Collected data entries:
*****

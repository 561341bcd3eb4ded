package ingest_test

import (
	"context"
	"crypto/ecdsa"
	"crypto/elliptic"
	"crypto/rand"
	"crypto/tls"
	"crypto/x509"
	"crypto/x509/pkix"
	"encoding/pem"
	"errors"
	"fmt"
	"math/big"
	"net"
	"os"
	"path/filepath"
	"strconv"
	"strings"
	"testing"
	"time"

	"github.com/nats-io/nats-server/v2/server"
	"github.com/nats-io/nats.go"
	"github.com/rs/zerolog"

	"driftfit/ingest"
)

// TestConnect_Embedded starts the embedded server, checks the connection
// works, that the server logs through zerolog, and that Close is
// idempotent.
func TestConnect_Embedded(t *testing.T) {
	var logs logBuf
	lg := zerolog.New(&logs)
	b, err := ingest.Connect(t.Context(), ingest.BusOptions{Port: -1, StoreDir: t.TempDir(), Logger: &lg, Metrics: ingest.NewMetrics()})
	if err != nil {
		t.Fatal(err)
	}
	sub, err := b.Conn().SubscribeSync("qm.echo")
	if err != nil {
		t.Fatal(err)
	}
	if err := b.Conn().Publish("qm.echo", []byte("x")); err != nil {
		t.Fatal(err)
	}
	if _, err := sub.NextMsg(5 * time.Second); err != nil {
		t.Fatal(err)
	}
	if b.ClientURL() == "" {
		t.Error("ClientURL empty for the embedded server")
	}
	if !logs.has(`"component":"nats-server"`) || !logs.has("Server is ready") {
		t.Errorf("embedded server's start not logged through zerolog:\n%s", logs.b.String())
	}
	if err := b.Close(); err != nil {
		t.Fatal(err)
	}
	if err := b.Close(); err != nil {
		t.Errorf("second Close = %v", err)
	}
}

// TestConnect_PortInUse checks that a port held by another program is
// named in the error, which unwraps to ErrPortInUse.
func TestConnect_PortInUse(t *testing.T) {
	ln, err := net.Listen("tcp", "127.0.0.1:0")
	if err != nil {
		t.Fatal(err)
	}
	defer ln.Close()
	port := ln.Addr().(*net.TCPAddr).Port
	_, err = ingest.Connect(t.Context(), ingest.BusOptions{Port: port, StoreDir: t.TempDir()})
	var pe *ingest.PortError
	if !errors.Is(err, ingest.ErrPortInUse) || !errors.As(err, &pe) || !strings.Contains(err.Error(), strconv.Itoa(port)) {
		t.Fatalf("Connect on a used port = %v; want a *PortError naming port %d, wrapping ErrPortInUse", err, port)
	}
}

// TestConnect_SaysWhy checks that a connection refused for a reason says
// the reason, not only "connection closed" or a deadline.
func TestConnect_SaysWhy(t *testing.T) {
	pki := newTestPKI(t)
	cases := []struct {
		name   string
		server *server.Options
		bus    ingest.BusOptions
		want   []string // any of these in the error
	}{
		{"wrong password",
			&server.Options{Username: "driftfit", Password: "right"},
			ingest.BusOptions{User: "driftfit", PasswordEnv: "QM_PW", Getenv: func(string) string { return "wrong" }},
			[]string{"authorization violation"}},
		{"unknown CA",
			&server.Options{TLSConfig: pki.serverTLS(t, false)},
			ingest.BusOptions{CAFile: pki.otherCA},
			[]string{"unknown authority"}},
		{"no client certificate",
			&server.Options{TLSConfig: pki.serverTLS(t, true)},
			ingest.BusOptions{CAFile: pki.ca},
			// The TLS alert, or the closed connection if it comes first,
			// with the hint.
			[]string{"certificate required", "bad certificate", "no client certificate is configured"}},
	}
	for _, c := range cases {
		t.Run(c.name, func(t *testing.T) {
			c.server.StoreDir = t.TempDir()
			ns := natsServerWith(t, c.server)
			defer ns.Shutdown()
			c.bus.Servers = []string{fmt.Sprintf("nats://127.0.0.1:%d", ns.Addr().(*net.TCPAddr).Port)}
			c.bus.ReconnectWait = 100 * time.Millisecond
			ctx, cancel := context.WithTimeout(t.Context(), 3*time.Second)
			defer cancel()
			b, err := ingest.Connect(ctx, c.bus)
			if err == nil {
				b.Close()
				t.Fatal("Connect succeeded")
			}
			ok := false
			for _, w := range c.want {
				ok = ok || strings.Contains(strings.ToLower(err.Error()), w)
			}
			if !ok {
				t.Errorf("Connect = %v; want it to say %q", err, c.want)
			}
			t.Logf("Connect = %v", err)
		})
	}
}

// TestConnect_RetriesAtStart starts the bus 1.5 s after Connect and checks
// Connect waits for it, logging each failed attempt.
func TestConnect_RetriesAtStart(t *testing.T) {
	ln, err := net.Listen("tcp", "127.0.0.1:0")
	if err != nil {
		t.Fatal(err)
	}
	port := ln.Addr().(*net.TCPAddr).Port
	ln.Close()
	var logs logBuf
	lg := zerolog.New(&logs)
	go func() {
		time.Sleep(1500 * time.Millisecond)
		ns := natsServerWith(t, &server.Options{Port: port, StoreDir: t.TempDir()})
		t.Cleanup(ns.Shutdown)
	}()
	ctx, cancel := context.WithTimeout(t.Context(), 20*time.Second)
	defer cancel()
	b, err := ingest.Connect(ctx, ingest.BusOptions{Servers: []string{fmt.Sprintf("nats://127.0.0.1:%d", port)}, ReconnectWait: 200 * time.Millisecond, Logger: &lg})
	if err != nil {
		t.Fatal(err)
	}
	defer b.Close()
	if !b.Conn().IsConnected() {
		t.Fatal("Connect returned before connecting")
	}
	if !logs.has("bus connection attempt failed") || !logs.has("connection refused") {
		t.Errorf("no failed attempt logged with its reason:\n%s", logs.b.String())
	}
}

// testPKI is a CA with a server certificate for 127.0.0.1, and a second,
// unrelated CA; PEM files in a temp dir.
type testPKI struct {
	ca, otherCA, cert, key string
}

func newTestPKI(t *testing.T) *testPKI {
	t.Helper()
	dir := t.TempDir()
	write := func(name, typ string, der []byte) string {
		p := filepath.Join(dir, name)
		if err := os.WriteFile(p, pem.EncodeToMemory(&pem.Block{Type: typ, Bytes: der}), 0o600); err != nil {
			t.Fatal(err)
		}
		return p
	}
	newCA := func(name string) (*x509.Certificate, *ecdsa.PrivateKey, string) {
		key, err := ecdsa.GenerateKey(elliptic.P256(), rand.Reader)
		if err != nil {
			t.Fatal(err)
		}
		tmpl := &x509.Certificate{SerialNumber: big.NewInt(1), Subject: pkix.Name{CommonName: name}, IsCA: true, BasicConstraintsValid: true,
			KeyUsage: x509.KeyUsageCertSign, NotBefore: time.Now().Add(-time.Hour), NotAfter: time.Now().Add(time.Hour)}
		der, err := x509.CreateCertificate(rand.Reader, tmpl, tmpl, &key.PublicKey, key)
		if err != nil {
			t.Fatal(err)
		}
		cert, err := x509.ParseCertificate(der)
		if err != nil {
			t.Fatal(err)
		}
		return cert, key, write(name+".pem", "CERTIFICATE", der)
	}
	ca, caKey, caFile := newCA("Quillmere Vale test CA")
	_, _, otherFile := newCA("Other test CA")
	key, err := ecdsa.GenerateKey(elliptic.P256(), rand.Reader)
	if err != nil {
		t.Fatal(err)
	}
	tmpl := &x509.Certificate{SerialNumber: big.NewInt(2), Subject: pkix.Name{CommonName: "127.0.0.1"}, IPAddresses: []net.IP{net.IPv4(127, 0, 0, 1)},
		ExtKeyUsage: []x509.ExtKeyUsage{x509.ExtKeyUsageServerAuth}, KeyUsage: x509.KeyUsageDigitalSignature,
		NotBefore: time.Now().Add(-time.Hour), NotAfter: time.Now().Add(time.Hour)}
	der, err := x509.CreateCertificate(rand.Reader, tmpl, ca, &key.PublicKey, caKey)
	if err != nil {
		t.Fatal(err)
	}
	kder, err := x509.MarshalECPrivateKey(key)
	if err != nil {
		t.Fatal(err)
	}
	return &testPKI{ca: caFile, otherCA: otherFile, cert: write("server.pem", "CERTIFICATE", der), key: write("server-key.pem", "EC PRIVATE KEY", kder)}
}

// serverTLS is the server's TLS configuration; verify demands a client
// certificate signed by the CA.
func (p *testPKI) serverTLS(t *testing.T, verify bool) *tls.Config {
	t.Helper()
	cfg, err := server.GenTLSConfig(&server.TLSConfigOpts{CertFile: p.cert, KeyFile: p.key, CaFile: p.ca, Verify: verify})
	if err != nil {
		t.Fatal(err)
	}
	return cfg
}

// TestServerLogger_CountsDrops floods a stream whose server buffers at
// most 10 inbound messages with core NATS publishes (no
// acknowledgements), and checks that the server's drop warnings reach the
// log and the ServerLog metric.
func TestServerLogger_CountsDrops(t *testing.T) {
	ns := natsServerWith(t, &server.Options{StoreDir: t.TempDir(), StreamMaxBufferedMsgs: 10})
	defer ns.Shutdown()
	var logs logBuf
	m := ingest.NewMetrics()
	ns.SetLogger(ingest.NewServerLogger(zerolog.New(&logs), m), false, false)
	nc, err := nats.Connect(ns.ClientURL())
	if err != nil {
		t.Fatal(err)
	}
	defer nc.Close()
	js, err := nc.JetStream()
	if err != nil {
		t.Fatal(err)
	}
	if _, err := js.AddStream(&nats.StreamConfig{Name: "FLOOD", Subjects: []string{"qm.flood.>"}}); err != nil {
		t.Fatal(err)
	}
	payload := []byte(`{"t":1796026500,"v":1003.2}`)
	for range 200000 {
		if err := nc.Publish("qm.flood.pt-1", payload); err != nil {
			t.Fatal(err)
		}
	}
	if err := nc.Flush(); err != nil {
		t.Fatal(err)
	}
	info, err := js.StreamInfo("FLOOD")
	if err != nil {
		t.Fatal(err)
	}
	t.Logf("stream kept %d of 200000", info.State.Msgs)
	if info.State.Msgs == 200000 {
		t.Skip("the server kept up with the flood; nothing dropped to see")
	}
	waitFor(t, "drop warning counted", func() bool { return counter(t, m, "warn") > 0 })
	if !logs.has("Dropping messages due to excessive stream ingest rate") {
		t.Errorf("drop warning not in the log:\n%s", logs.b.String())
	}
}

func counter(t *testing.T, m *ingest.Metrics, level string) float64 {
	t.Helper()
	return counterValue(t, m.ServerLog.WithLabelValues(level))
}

*****

● **Directions for this task**
A complete answer gives every line of the data that includes "NewMetrics".

● **Task solution**
	b, err := ingest.Connect(t.Context(), ingest.BusOptions{Port: -1, StoreDir: t.TempDir(), Logger: &lg, Metrics: ingest.NewMetrics()})
	m := ingest.NewMetrics()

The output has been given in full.